SAN LUIS – Lagunas de Huanacache – Época actual
Juan, que no es Juan, que no sabe cómo debiera ser su nombre, camina por el arenal bordeando el Desaguadero. Tiene por delante un largo trecho hasta llegar a lo del Machi Elías Panquehua, en la Laguna El Porvenir. Lo que antes era un vergel es un desierto en el que agonizan unos pocos humedales. Lleva el propósito de hablar con Don Elías. Necesita la palabra del anciano, necesita que le hable con esa voz en la que todavía canta el agua que supo haber en esta región que ahora es pura arena y salitre.
A lo largo de la orilla blanquean las osamentas de animales silvestres y ganado envenenados por los líquidos que volcaron los lavaderos de oro de San Juan.
Cruza el puente El Tata. Sigue por la orilla hasta que divisa el rancho del Machi Elías. Todavía tiene que atravesar un bajo, el antiguo fondo de la laguna, y recorrer unos mil quinientos metros para llegar. La tierra está quemada. Lo único que crece es un yuyo duro, salado, que no sirve para nada.
SANTIAGO DEL NUEVO EXTREMO – 1571
Tanto ensayo, tanta fajina y aprestamiento para nada. Apenas pusimos pie en tierra se desarmó el tercio y nos dividieron en secciones. Había alzamientos cerca de allí, sobre un río, y la mayoría tuvo que marchar a sofocar la revuelta.
Yo y otros tres perreros quedamos entre un grupo de treinta hombres, bajo las órdenes de El Moro, con destino a Santiago para atender otros asuntos. Antes de partir nos proveyeron de petos y nos dieron una instrucción breve sobre el manejo de las riendas y sobre cómo tratar bien al caballo y, como siempre, que en ello nos iba la vida; así que, a partir de ahora, respondía por dos: mi can y mi jamelgo.
Cubrimos el trayecto desde Valparaíso en dos jornadas. El camino era bueno y el aire fresco. Andábamos desde la salida del sol hasta la media mañana y luego otro tanto igual hasta que caía la tarde. Entonces preparábamos la comida juntando las raciones y demorando el medio cuartillo de vino, que ahora es tinto y que mejoró bastante comparado con el agrio que nos daban en Nombre de Dios.
Los jinetes novatos tuvimos que soportar las pullas de los otros cada vez que se ordenaba desmontar porque no podíamos caminar por los dolores y paspaduras; pero así es con el soldado: callar y obedecer; poner el pecho y el culo pero nunca la cabeza.
El poblado lucía como los otros que había conocido en Las Indias, un rancherío, el cabildo, la capilla a la que, confieso, no era asiduo concurrente, las tabernas y los cuarteles, que no eran otra cosa que ranchos apenas más grandes y apartados de la plaza mayor. Noté que había pocos españoles y cantidad de salvajes sometidos, hombres y mujeres que trabajaban las chacras y movían la cargas, flacos, mugrosos, de andar lento y mirada esquiva.

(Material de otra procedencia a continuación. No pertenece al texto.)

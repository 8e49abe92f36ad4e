import { afterAll, beforeAll, describe, expect, it } from 'vitest';
import { addDays, weekStartOf, workCenterDetailSchema, workCenterPageSchema, workCenterSchema } from '@millrace/contracts';
import { createTestContext, type TestContext } from './support/test-app';
import { countRows, createProduct, createWorkCenter } from './support/master-data';

let ctx: TestContext;
beforeAll(async () => {
  ctx = await createTestContext();
});
afterAll(async () => ctx?.close());
const thisWeek = weekStartOf(new Date().toISOString().slice(0, 10), 'monday');

describe('work centers', () => {
  it('when a planner creates a two-shift work center, then 201 with the pattern; readers see it, floor leads do not', async () => {
    const planner = await ctx.agentFor('planner');
    const res = await planner.post('/api/work-centers').send({
      code: 'WC-MILL',
      name: 'Milling',
      efficiency: 0.85,
      overtimeCapHoursPerWeek: 10,
      overtimeCostPerHour: 55,
      shiftPattern: { shiftsPerDay: 2, hoursPerShift: 8, daysPerWeek: 5, shiftStarts: ['06:00', '14:00'] },
    });
    expect(res.status, JSON.stringify(res.body)).toBe(201);
    expect(workCenterSchema.strict().parse(res.body)).toMatchObject({ code: 'WC-MILL', efficiency: 0.85, overtimeCapHoursPerWeek: 10, version: 1 });
    const supervisor = await ctx.agentFor('supervisor');
    const list = workCenterPageSchema.parse((await supervisor.get('/api/work-centers?q=MILL')).body);
    expect(list.items.map((w) => w.shiftPattern)).toEqual([{ shiftsPerDay: 2, hoursPerShift: 8, daysPerWeek: 5, shiftStarts: ['06:00', '14:00'] }]);
    expect((await (await ctx.agentFor('floor_lead')).get('/api/work-centers')).status).toBe(403);
    expect((await supervisor.post('/api/work-centers').send({ code: 'NO', name: 'No' })).status).toBe(403);
  });

  it('when the shift pattern does not add up, then 400 names the nested fields', async () => {
    const planner = await ctx.agentFor('planner');
    const res = await planner.post('/api/work-centers').send({
      code: 'WC-BAD',
      name: 'Bad',
      efficiency: 0,
      shiftPattern: { shiftsPerDay: 2, hoursPerShift: 13, daysPerWeek: 8, shiftStarts: ['25:00', '06:00'] },
    });
    expect(res.status).toBe(400);
    expect(res.body.error.fields.map((f: { path: string }) => f.path).sort()).toEqual([
      'efficiency',
      'shiftPattern.daysPerWeek',
      'shiftPattern.hoursPerShift',
      'shiftPattern.shiftStarts.0',
    ]);
  });

  it('when a planner edits with a stale version, then 409; with the current one, the pattern changes', async () => {
    const planner = await ctx.agentFor('planner');
    const wc = await createWorkCenter(planner, { code: 'WC-EDIT' });
    const ok = await planner.patch(`/api/work-centers/${wc.id}`).send({ version: wc.version, shiftPattern: { shiftsPerDay: 3, hoursPerShift: 8, daysPerWeek: 5, shiftStarts: ['06:00', '14:00', '22:00'] } });
    expect(ok.status, JSON.stringify(ok.body)).toBe(200);
    expect(ok.body.shiftPattern.shiftStarts).toEqual(['06:00', '14:00', '22:00']);
    const stale = await planner.patch(`/api/work-centers/${wc.id}`).send({ version: wc.version, name: 'Renamed' });
    expect(stale.status).toBe(409);
    expect(stale.body.error.message).toBe('Someone else changed work center WC-EDIT since you opened it; reload to see their change.');
  });

  it('when a planner saves the calendar, then the weeks come back in order and the version moves on', async () => {
    const planner = await ctx.agentFor('planner');
    const wc = await createWorkCenter(planner, { code: 'WC-CAL' });
    const res = await planner.put(`/api/work-centers/${wc.id}/calendar`).send({
      version: wc.version,
      weeks: [
        { weekStart: addDays(thisWeek, 14), downtimeHours: 6, note: 'Service' },
        { weekStart: thisWeek, holidayDays: 1, extraShifts: 1 },
      ],
    });
    expect(res.status, JSON.stringify(res.body)).toBe(200);
    const detail = workCenterDetailSchema.strict().parse(res.body);
    expect(detail.version).toBe(wc.version + 1);
    expect(detail.calendar).toEqual([
      { weekStart: thisWeek, holidayDays: 1, downtimeHours: 0, extraShifts: 1, note: null },
      { weekStart: addDays(thisWeek, 14), holidayDays: 0, downtimeHours: 6, extraShifts: 0, note: 'Service' },
    ]);
  });

  it('when calendar weeks are not week starts, repeat, or have more holidays than working days, then 400 and nothing changes', async () => {
    const planner = await ctx.agentFor('planner');
    const wc = await createWorkCenter(planner, { code: 'WC-CALBAD' });
    const before = await countRows(ctx.dataSource, 'work_center_week');
    const dup = await planner.put(`/api/work-centers/${wc.id}/calendar`).send({ version: wc.version, weeks: [{ weekStart: thisWeek }, { weekStart: thisWeek }] });
    expect(dup.status).toBe(400);
    expect(dup.body.error.fields).toEqual([{ path: 'weeks.1.weekStart', message: `The week of ${thisWeek} is listed twice.` }]);
    const wednesday = addDays(thisWeek, 2);
    const bad = await planner.put(`/api/work-centers/${wc.id}/calendar`).send({ version: wc.version, weeks: [{ weekStart: wednesday }] });
    expect(bad.status).toBe(400);
    expect(bad.body.error.fields).toEqual([{ path: 'weeks.0.weekStart', message: `${wednesday} is a Wednesday; weeks start on Monday.` }]);
    const holidays = await planner.put(`/api/work-centers/${wc.id}/calendar`).send({ version: wc.version, weeks: [{ weekStart: thisWeek, holidayDays: 6 }] });
    expect(holidays.status).toBe(400);
    expect(holidays.body.error.fields).toEqual([{ path: 'weeks.0.holidayDays', message: 'WC-CALBAD works 5 days a week; at most 5 holidays.' }]);
    expect(await countRows(ctx.dataSource, 'work_center_week')).toBe(before);
  });

  it('when a routing still uses the work center, then delete answers 409 naming the product; once unused, 204', async () => {
    const planner = await ctx.agentFor('planner');
    const wc = await createWorkCenter(planner, { code: 'WC-USED' });
    const p = await createProduct(planner, { code: 'P-ROUTED' });
    await planner.put(`/api/products/${p.id}/routing`).send({ version: p.version, steps: [{ sequence: 10, workCenterId: wc.id, hoursPerUnit: 1 }] });
    const res = await planner.delete(`/api/work-centers/${wc.id}`);
    expect(res.status).toBe(409);
    expect(res.body.error.message).toBe('Work center WC-USED cannot be deleted: it is still used by the routing of P-ROUTED. Remove those first.');
    await planner.put(`/api/products/${p.id}/routing`).send({ version: p.version + 1, steps: [] });
    expect((await planner.delete(`/api/work-centers/${wc.id}`)).status).toBe(204);
  });
});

Pasamos unos días de holganza de aquí para allá por el pueblo comiendo en abundancia y con buena cantidad de tinto. Pero, como siempre, lo bueno dura poco y malo hay siempre para rato. Apareció nuestro cabo acompañado por un baqueano y nos mandó aprontarnos para la partida; que había mucho para hacer, que éramos unos bastardos haraganes y esas cosas, mentando a nuestras madres y hermanas y apurándonos que engulléramos el pan ya montados y al trote, que no había tiempo que perder.